「桜ちゃん、せっかくだから夕食 食べていって」

ちょうど李紅の宿題が終わった頃、エプロン姿の李紅のお母さんがカウンター式のキッチンから顔を出した。

「そんな、悪いです」

「いいのいいの。桜ちゃん一人暮らしなんでしょう?遠慮しないで」

確かに一食分食費が浮くだけでもだいぶ助かるけど……。

そう思ってちらりと李紅を見やると、李紅は柔らかく微笑んで、「桜と夕飯食べれたら俺嬉しい」という天使のような言葉をくれ、お言葉に甘えることにした。



「おお李紅〜もう起きてていいのかぁ」

そう言ってのっそりと姿を現したのは、ダンディーな感じの整った顔に見合わない、ダボダボのスウェットを着た外国人さん。
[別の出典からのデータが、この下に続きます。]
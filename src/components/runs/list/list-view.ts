import { RUN_STATES, type RunState, TROUBLES, type Trouble } from './list-row';

/** What the list can be sorted by; also the ids of the table's columns. */
export const SORTS = ['number', 'machine', 'title', 'tester', 'started', 'turns', 'readings', 'trouble'] as const;
export type Sort = (typeof SORTS)[number];

export const SIZES = [10, 25, 50, 100] as const;
export type Size = (typeof SIZES)[number];

/** How the list stands. It is kept in the address, so that a link and the way back lead to the same list. */
export interface ListView {
  readonly text: string;
  /** Id of a machine. */
  readonly machine: string | null;
  readonly state: RunState | null;
  readonly trouble: Trouble | null;
  readonly sort: Sort;
  readonly falling: boolean;
  /** From 1. */
  readonly page: number;
  readonly size: Size;
}

/** Latest first. */
export const PLAIN_VIEW: ListView = {
  text: '',
  machine: null,
  state: null,
  trouble: null,
  sort: 'started',
  falling: true,
  page: 1,
  size: 25,
};

function among<T>(values: readonly T[], wanted: unknown): T | undefined {
  return values.find((value) => String(value) === wanted);
}

/** Reads a list's address; what it does not know takes its plain value. */
export function readView(search: string): ListView {
  const from = new URLSearchParams(search);
  const page = /^[1-9]\d{0,5}$/u.test(from.get('page') ?? '') ? Number(from.get('page')) : 1;
  const machine = from.get('machine') ?? '';
  return {
    text: (from.get('text') ?? '').slice(0, 80),
    machine: /^[0-9a-f-]{36}$/u.test(machine) ? machine : null,
    state: among(RUN_STATES, from.get('state')) ?? null,
    trouble: among(TROUBLES, from.get('trouble')) ?? null,
    sort: among(SORTS, from.get('sort')) ?? PLAIN_VIEW.sort,
    falling: from.has('sort') ? from.get('order') === 'falling' : from.get('order') !== 'rising',
    page,
    size: among(SIZES, from.get('size')) ?? PLAIN_VIEW.size,
  };
}

/** Writes a list's address: only what is not plain, with its question mark; empty when all is plain. */
export function writeView(view: ListView): string {
  const to = new URLSearchParams();
  if (view.text !== '') to.set('text', view.text);
  if (view.machine) to.set('machine', view.machine);
  if (view.state) to.set('state', view.state);
  if (view.trouble) to.set('trouble', view.trouble);
  if (view.sort !== PLAIN_VIEW.sort) {
    to.set('sort', view.sort);
    if (view.falling) to.set('order', 'falling');
  } else if (!view.falling) to.set('order', 'rising');
  if (view.page !== 1) to.set('page', String(view.page));
  if (view.size !== PLAIN_VIEW.size) to.set('size', String(view.size));
  const written = to.toString();
  return written === '' ? '' : `?${written}`;
}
教えられなくても分かる、李紅のお父さんだ。

「ちょっと父さん!桜が来てるんだからしっかりしてよ」

「えっ…?」

李紅にそう咎められ、お父さんは初めて私の存在に気付いた。

「おお!君が噂の桜ちゃんかぁ」

「お、おじゃましてます………え、噂?」

「いや、家内から話は聞いてるよ。ゆっくりして言ってくれ。ところで、うちの李紅とはどう言った関係かな?」

「ちょっと、父さん!」

李紅は少し赤い顔をして、カーディガンの余った裾でぺちぺちとお父さんの背中を叩く。

───顔が赤いのが、熱のせいじゃなくて、私と同じ理由ならいいのに……。


不意にそんな事を考え、ふるふると首を振って「そんなわけない」と自分に言い聞かせた。

世の恋する乙女って毎日こんなことを考えているのだろうか。なにそれ、私には無理。


暫くして私たちはようやく食事を始めた。夕食は少し豪華な和食で。久しぶりに手間の掛かった料理を食べたような気がした。

隣で一人だけ柔らかくて消化に良さそうな雑炊を食べている李紅は、一口一口慎重に咀嚼しているから全然食事が進んでないけど、気分が悪くなったりはしてないみたいだ。


「李紅、最近学校はどうだ?」


お父さんの何気ない質問に、李紅は待ってましたとでも言わんばかりにぱぁっと顔を明るくした。

「聞いて、やっと友達が出来たんだ!」

まるで小さな子供のように嬉しそうに話す李紅。

「おおっ良かったじゃないか!」

「賢太郎くんて言うのよね。逞しくて優しくていい子だわ。ね、李紅?」

「うんっ」

そう笑った李紅は本当に心から嬉しそうな顔をしていて、それにつられるように李紅のお父さんとお母さんも笑顔になる。

李紅は本当に二人に愛されて育ったんだろうな、とその笑顔だけでも分かった。



───もしも私にもこんなお父さんとお母さんが居たら、こんなふうに笑顔で食卓を囲んでいたのかな。



そう考えたら、酷く自分が惨めに思えて、思わず俯いた。